Here are two books I love. Kate Atkinson’s When Will There Be Good News? is suspenseful, funny, and smart; it also deals with the serious theme of survival after extreme experiences. But I don’t believe I have been as head-over-heels in love with a character since I read Jane Eyre. Sixteen-year old orphan Reggie is brave, resourceful, loyal, and a terrific liar. I want to go live with Reggie, her employer Dr. Hunter, and the baby. Larry Watsons Montana 1948 is a small jewel. It’s a short, compelling, and morally complex account of courage and of prejudice and crimes against Native Americans, which never once descends into racial stereotypes. The writing is beautifully nuanced and understated.

Soon after I received this e- from Agate I got a P.S. e-mail.

I should have said that I haven't been in love like that since I read Jane Eyre AND A Tree Grows in Brooklyn.

And, incidentally, I am about to read Montana 1948 a second time just to see how Larry Watson does it.

I’m glad I got in touch with Dean Bakopoulous, author of Please Don’t Come Back from the Moon, because I learned some news about a fascinating life change:

We’re in the process of moving to Iowa, and my wife and I are selling and/or giving away most of our stuff, burning our mortgage, and heading west. I’ve been inspired to do this, in part, by a classic book, Where I Lived, and What I Lived For, by Henry David Thoreau, which made me hate most of my possessions and despise the idea of debt. It’s remarkably apt in the age of economic collapse. (The book was recently published in a very cool new “Great Ideas” series from Penguin Books.)
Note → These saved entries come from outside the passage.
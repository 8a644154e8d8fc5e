package propagation

import (
	"errors"
	"math"
	"strings"
	"testing"

	"slantwise/orbit/unit"
)

// The mean annual global profile is the U.S. Standard Atmosphere 1976; values are
// from its Table I (NOAA-S/T 76-1562), geometric heights, printed digits.
func TestGlobalAtmosphereIsTheStandardOne(t *testing.T) {
	for _, c := range []struct{ km, tK, hPa, tolT, tolP float64 }{
		{0, 288.150, 1013.25, 5e-4, 5e-3}, {5, 255.676, 540.48, 5e-4, 5e-2}, {11, 216.774, 226.99, 5e-4, 5e-2},
		{20, 216.650, 55.293, 5e-4, 5e-3}, {50, 270.650, 0.79779, 5e-4, 5e-5}, {80, 198.639, 0.010524, 5e-4, 5e-6}, {90, 186.87, 0.0018359, 5e-3, 2e-6},
	} {
		a := globalAir(c.km, 7.5)
		if math.Abs(a.tK-c.tK) > c.tolT || math.Abs(a.hPa-c.hPa) > c.tolP {
			t.Errorf("%g km: %.4f K, %.6g hPa, want %.3f K, %.6g hPa", c.km, a.tK, a.hPa, c.tK, c.hPa)
		}
	}
}

// Surface values are the constants of the printed formulas, P.835-6 Annex 1 §2 to §4.
func TestReferenceAtmospheresByLatitude(t *testing.T) {
	for _, c := range []struct {
		lat              float64
		season           Season
		name             string
		tK, hPa, density float64
	}{
		{10, Winter, "low latitude", 300.4222, 1012.0306, 19.6542},
		{-30, Summer, "middle latitude, summer", 294.9838, 1012.8186, 14.3542},
		{30, Winter, "middle latitude, winter", 272.7241, 1018.8627, 3.4742},
		{60, Summer, "high latitude, summer", 286.8374, 1008.0278, 8.988},
		{-60, Winter, "high latitude, winter", 257.4345, 1010.8828, 1.2319},
		{60, Year, "high latitude, mean of summer and winter", (286.8374 + 257.4345) / 2, (1008.0278 + 1010.8828) / 2, (8.988 + 1.2319) / 2},
	} {
		a, err := ReferenceAtmosphere(unit.Angle(c.lat)*unit.Degree, c.season)
		if err != nil {
			t.Fatal(err)
		}
		got := a.at(0)
		if math.Abs(got.tK-c.tK) > 1e-9 || math.Abs(got.hPa-c.hPa) > 1e-9 || math.Abs(got.rho-c.density) > 1e-9 || !strings.HasSuffix(a.Name(), c.name) {
			t.Errorf("%g deg, %v: %s with %v", c.lat, c.season, a.Name(), got)
		}
	}
}

// The pieces of each profile meet: temperature to a kelvin, pressure to 0.1 %, as the
// Recommendation's rounded coefficients leave them. Its summer air of middle
// latitudes falls by 19 K at 80 km, where a hundred-thousandth of the air is left.
func TestReferenceAtmospheresAreContinuous(t *testing.T) {
	for name, at := range map[string]func(float64) air{"low": lowLatitude.at, "middle summer": middleSummer.at, "middle winter": middleWinter.at,
		"high summer": highSummer.at, "high winter": highWinter.at, "global": globalReference} {
		before := at(-0.5)
		for h := -0.5; h <= topKm; h += 1e-3 {
			a := at(h)
			jump := 1.0
			if name == "middle summer" && math.Abs(h-80) < 1e-3 {
				jump = 19
			}
			if math.Abs(a.tK-before.tK) > jump || math.Abs(a.hPa/before.hPa-1) > 1e-3 || a.rho < 0 {
				t.Errorf("%s at %.3f km: %v after %v", name, h, a, before)
			}
			before = a
		}
	}
}

// P.618-14 §7: the refraction of a tropical maritime and of a polar continental air
// at 1°, 3° and 5°, "about" and in two digits (so 0.02°); other climates lie between.
func TestRefractionLiesBetweenClimates(t *testing.T) {
	for _, lat := range []float64{10, 35, 60} {
		a, err := ReferenceAtmosphere(unit.Angle(lat)*unit.Degree, Year)
		if err != nil {
			t.Fatal(err)
		}
		l, err := NewLayers(a, 0)
		if err != nil {
			t.Fatal(err)
		}
		for _, c := range []struct{ geometric, polar, tropical float64 }{{1, 0.44, 0.65}, {3, 0.25, 0.35}, {5, 0.17, 0.25}} {
			apparent, err := l.Apparent(unit.Angle(c.geometric) * unit.Degree)
			if err != nil {
				t.Fatal(err)
			}
			if lift := apparent.Degrees() - c.geometric; lift < c.polar-0.02 || lift > c.tropical+0.02 {
				t.Errorf("latitude %g: lifted by %.3f deg at %g deg, want %g to %g deg", lat, lift, c.geometric, c.polar, c.tropical)
			}
		}
	}
}

// The closed fit of P.834-9 against the layered ray in the mean annual global air: two
// ways to one quantity. The bounds are what was found, rounded up.
func TestClosedRefractionNearTheRay(t *testing.T) {
	a, err := MeanAnnualGlobal(7.5 * GramPerCubicMetre)
	if err != nil {
		t.Fatal(err)
	}
	for _, km := range []float64{0, 1, 3} {
		l, err := NewLayers(a, unit.Length(km)*unit.Kilometre)
		if err != nil {
			t.Fatal(err)
		}
		for _, c := range []struct{ el, tolerance float64 }{{0, 0.05}, {1, 0.03}, {2, 0.02}, {5, 0.02}, {10, 0.02}} {
			ray, err := l.Apparent(unit.Angle(c.el) * unit.Degree)
			if err != nil {
				t.Fatal(err)
			}
			fit := apparentElevation(c.el, km)
			if d := math.Abs(ray.Degrees() - fit); d > c.tolerance {
				t.Errorf("%g km, %g deg: ray %.4f deg, fit %.4f deg", km, c.el, ray.Degrees(), fit)
			}
		}
	}
}

func TestRaysUnderTheHorizon(t *testing.T) {
	a, err := MeanAnnualGlobal(7.5 * GramPerCubicMetre)
	if err != nil {
		t.Fatal(err)
	}
	l, err := NewLayers(a, 3*unit.Kilometre)
	if err != nil {
		t.Fatal(err)
	}
	at := func(deg float64) float64 {
		t.Helper()
		db, _, err := l.GasAttenuation(28*unit.Gigahertz, unit.Angle(deg)*unit.Degree)
		if err != nil {
			t.Fatal(err)
		}
		return float64(db)
	}
	// Both methods meet at the horizontal, to the difference of their shells (2e-3, TestLayersNearFineLimit).
	if above, below := at(0), at(-1e-5); math.Abs(below/above-1) > 2e-3 {
		t.Errorf("just above the horizontal %g dB, just below %g dB", above, below)
	}
	if a, b := at(-0.5), at(-1.5); !(b > a && a > at(0)) {
		t.Errorf("%g dB at -0.5 deg, %g dB at -1.5 deg, %g dB at 0 deg", a, b, at(0))
	}
	var blocked *BlockedRayError
	if _, _, err := l.GasAttenuation(28*unit.Gigahertz, -1.6*unit.Degree); !errors.As(err, &blocked) {
		t.Fatalf("under the Earth's edge: got %v, want a *BlockedRayError", err)
	}
	// Without air the edge of a sphere of 6371 km lies acos(6371/6374) = 1.758° under the horizontal; the ray lifts it.
	if least := blocked.Least.Degrees(); !(least > -1.758 && least < -1.4) {
		t.Errorf("least elevation %.4f deg", least)
	}
}

func TestMeasuredProfile(t *testing.T) {
	var levels []Level
	for _, km := range []float64{0, 0.5, 1, 2, 4, 7, 11, 15, 20} {
		s := globalReference(km)
		levels = append(levels, Level{unit.Length(km) * unit.Kilometre, unit.Temperature(s.tK), Pressure(s.hPa) * Hectopascal, VapourDensity(s.rho) * GramPerCubicMetre})
	}
	measured, err := MeasuredProfile(levels)
	if err != nil {
		t.Fatal(err)
	}
	for _, km := range []float64{0, 1.3, 6, 20, 40} {
		got, want := measured.at(km), globalReference(km)
		if math.Abs(got.tK-want.tK) > 0.5 || math.Abs(got.hPa/want.hPa-1) > 0.01 || math.Abs(got.rho/want.rho-1) > 0.02 {
			t.Errorf("%g km: %v, sampled from %v", km, got, want)
		}
	}
	if _, err := MeasuredProfile(levels[:1]); err == nil {
		t.Error("one level: no error")
	}
	if _, err := MeasuredProfile([]Level{levels[1], levels[0]}); err == nil {
		t.Error("falling heights: no error")
	}
	high, err := MeasuredProfile(levels[2:])
	if err != nil {
		t.Fatal(err)
	}
	if _, err := NewLayers(high, 0); err == nil || !strings.Contains(err.Error(), "let the profile start at or under the station") {
		t.Errorf("a station under the profile: got %v", err)
	}
}

func TestSurfaceAndColumnAreMet(t *testing.T) {
	base, err := ReferenceAtmosphere(50*unit.Degree, Year)
	if err != nil {
		t.Fatal(err)
	}
	tK, p, rho := unit.Temperature(291), 930*Hectopascal, 11*GramPerCubicMetre
	a, err := base.WithSurface(800*unit.Metre, Surface{&tK, &p, &rho})
	if err != nil {
		t.Fatal(err)
	}
	if got := a.at(0.8); math.Abs(got.tK-291) > 1e-9 || math.Abs(got.hPa-930) > 1e-9 || math.Abs(got.rho-11) > 1e-9 {
		t.Errorf("surface: %v", got)
	}
	if a, err = a.WithColumn(800*unit.Metre, 25*KilogramPerSquareMetre); err != nil {
		t.Fatal(err)
	}
	if got := a.column(0.8); math.Abs(got-25) > 1e-9 {
		t.Errorf("column: %g kg/m2", got)
	}
	// 7.5 g/m³ with a scale height of 2 km hold 15 kg/m², P.835-6 Annex 1 §1.2; the floor of 2e-6 adds under 0.1.
	global, err := MeanAnnualGlobal(7.5 * GramPerCubicMetre)
	if err != nil {
		t.Fatal(err)
	}
	if got := global.column(0); got < 15 || got > 15.1 {
		t.Errorf("column of the global air: %g kg/m2", got)
	}
}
I’ll be joining the faculty at Iowa State University’s MFA program in Creative Writing & Environment. The great Pulitzer-Prize winning novelist Jane Smiley recently retired from there, so, in hopes of getting some of that good karma, I’ve been reading Smiley’s wonderfully insightful Thirteen Ways of Looking at the Novel, as well as her hilarious satire of academic life in the Midwest, Moo.

I was bummed when Dean moved from Madison to Mineral Point, but Iowa? At least it’s for all the right reasons:

Meanwhile, I found David Marannis, whose most recent work is Rome 1960, “happily enjoying these beautiful Madison days” at his home on the near west side:

I’m reading a collection of short stories by Mavis Gallants Paris Stories. I had just read an interview with her in Granta magazine that made me want to read her, and Ive not been disappointed. The stories are amazing. Other than that, Im reading books on Kenya, Chicago, and Indonesia for my next book, a multigenerational biography of Barack Obama.

Just reading up on some books for his next biography on Obama. Um, wow.

Me? What am I reading? How nice of you to ask. I recently put down The Story of Edgar Sawtelle by David Wroblewski. I have an old dog who also may have to be put down soon and if you’ve read the book I think you know where I’m going with this. So I switched to non-fiction, which doesn’t inflict as much emotional damage on me even when a real human dies. I’m now back to reading Max Perkins: Editor of Genius by A. Scott Berg. Writer Frank Bures gave it to me and for a while I wasn’t sure if it was a compliment to us both or a subtle hint to switch careers. Perkins is the guy who discovered F. Scott Fitgerald, among other famous American authors of the early-to-mid 20th century. I’m obviously hoping to learn how he did it so I can discover and edit more talented writers like Frank. It’s a great biography and literary history and I haven’t cried once.

So, what are you reading this summer?

1 comment:

Rosemary Zurlo-Cuva said...

I'm sure Frank Bures was thinking of what a fine writer's editor you are when he gave you that gift, Brennan. Meanwhile, I am the last person in Wisconsin to have finished David Rhodes's very fine Driftless. I'm also part way through Prelude, a beautifully observed novel about Eton, first love, Bach's Well-Tempered Clavier and the early 80s by British author William Coles.